◆ Aim of the task ◆
Output only the lines below that start at the line containing "const forward = await" and end at the line containing "const fitMs = await", with both ends kept.

────────────────

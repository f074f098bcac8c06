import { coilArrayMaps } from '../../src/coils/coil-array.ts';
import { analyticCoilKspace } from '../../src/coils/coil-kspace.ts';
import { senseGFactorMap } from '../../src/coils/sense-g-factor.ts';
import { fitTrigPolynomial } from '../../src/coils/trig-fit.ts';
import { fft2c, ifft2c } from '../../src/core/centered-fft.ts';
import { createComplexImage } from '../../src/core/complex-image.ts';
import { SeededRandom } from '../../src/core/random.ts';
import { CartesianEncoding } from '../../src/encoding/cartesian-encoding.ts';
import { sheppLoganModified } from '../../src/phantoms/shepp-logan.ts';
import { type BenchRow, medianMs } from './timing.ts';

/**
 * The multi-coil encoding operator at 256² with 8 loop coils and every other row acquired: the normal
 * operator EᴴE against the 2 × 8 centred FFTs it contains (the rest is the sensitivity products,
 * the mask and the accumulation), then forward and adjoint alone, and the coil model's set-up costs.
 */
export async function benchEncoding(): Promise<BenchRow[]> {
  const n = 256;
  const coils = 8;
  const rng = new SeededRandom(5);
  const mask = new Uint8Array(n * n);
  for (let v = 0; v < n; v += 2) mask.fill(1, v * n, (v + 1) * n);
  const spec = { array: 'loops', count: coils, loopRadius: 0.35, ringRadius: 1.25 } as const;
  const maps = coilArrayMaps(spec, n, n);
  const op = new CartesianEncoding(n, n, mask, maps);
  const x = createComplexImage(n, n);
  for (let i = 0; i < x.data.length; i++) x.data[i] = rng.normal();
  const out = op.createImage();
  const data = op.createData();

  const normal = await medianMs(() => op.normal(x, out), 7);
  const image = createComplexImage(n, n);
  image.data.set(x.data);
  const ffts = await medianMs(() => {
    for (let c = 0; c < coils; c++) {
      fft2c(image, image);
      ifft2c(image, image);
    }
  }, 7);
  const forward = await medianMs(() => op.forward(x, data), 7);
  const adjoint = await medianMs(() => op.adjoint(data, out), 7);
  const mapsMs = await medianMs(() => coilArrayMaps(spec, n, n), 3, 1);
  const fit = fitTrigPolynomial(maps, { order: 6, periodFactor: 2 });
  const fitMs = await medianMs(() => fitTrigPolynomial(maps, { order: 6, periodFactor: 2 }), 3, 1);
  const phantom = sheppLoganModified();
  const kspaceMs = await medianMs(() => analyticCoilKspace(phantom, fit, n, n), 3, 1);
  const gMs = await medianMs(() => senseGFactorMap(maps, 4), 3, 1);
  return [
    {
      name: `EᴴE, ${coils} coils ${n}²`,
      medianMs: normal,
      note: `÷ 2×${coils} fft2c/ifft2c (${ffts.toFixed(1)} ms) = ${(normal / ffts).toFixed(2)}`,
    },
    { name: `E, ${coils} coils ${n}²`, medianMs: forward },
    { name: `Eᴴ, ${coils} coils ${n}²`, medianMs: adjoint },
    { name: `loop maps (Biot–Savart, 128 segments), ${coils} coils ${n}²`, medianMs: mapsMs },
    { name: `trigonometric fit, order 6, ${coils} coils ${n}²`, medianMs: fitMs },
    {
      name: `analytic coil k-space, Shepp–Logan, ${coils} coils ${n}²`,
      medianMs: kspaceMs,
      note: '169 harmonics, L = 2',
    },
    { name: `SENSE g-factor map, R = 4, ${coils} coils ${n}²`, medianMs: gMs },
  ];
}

────────────────

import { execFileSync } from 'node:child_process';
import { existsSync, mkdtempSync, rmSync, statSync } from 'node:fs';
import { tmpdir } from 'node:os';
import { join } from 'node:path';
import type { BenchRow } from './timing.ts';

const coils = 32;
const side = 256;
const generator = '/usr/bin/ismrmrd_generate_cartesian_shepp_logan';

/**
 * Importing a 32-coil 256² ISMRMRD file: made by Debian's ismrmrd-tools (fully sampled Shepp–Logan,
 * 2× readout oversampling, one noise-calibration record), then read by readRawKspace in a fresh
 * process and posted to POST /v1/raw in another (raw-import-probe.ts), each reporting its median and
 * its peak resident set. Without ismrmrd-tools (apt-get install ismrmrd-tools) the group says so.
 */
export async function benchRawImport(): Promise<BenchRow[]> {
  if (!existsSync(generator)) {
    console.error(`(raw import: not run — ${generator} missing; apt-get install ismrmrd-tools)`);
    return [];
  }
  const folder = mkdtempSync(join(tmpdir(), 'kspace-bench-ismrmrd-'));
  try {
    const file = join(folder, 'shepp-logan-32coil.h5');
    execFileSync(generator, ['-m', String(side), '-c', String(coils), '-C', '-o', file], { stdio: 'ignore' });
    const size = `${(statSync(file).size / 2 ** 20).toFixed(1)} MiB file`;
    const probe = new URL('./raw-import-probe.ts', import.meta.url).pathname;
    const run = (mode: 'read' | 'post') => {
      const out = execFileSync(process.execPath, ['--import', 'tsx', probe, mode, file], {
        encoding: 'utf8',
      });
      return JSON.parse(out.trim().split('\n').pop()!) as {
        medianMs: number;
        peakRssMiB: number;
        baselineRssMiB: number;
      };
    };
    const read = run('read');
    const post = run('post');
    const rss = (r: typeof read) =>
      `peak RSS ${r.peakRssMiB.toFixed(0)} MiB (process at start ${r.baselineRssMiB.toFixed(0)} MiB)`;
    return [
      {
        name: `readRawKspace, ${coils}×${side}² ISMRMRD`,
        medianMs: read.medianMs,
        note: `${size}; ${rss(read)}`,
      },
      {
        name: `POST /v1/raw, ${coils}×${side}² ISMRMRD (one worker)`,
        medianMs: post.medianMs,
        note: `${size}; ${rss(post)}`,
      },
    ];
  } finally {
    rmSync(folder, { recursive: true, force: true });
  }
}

────────────────

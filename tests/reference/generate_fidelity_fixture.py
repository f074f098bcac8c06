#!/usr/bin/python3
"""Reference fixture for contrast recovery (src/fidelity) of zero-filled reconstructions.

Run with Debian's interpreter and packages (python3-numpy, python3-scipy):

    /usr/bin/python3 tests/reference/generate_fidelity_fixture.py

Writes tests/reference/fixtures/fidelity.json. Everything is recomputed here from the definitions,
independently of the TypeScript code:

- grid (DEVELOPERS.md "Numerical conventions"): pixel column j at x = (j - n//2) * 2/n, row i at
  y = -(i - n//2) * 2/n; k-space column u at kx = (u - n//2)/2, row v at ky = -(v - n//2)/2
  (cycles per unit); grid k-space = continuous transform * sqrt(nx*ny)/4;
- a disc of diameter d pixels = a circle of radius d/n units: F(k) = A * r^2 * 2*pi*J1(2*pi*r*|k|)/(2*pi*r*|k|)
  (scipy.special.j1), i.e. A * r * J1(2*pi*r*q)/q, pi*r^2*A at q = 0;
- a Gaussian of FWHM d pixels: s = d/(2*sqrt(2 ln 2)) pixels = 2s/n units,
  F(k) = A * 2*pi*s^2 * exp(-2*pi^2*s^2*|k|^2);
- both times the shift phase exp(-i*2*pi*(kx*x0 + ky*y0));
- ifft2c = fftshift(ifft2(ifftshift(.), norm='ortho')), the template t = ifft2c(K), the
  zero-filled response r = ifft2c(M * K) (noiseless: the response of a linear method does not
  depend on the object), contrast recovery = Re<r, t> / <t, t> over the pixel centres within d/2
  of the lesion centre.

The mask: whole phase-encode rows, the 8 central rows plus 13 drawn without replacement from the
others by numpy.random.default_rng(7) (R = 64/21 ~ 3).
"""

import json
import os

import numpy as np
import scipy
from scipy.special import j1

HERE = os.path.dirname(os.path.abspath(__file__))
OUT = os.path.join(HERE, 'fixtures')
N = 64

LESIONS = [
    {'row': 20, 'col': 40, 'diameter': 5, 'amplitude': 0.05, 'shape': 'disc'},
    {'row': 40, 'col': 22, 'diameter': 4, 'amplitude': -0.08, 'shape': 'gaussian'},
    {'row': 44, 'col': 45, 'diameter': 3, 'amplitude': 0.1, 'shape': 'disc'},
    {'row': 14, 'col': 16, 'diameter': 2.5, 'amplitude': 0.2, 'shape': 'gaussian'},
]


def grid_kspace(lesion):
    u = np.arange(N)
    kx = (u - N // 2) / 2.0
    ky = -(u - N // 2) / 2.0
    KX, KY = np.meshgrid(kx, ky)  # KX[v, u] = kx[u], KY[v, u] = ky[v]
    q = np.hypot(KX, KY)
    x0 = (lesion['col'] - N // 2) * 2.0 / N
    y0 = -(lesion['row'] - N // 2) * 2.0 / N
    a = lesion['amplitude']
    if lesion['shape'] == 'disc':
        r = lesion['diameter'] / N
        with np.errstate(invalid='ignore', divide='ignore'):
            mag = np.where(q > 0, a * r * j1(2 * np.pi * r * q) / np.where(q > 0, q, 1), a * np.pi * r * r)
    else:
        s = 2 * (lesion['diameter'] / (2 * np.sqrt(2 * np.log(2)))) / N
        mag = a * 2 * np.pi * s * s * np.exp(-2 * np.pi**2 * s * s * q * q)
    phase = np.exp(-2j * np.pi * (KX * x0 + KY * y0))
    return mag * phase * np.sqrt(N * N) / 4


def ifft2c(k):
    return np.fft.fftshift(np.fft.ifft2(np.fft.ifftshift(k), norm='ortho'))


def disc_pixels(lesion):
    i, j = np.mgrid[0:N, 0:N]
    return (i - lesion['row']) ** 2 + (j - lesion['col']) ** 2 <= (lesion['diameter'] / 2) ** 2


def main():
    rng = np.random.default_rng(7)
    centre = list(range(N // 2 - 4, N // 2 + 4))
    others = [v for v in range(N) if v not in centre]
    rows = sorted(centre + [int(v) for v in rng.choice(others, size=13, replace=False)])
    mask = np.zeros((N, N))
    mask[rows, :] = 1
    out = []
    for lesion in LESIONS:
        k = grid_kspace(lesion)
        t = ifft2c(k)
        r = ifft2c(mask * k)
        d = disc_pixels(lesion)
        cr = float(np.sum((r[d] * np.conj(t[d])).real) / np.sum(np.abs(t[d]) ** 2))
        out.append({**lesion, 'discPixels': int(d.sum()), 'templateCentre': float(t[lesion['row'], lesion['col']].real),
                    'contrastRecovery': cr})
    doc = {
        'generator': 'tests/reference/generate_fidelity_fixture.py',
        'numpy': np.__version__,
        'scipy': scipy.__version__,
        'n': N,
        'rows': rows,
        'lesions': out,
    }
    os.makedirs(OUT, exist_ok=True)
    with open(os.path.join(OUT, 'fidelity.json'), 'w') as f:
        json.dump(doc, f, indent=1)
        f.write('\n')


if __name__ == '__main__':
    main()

────────────────

◆ Result for this exercise ◆
  const forward = await medianMs(() => op.forward(x, data), 7);
  const adjoint = await medianMs(() => op.adjoint(data, out), 7);
  const mapsMs = await medianMs(() => coilArrayMaps(spec, n, n), 3, 1);
  const fit = fitTrigPolynomial(maps, { order: 6, periodFactor: 2 });
  const fitMs = await medianMs(() => fitTrigPolynomial(maps, { order: 6, periodFactor: 2 }), 3, 1);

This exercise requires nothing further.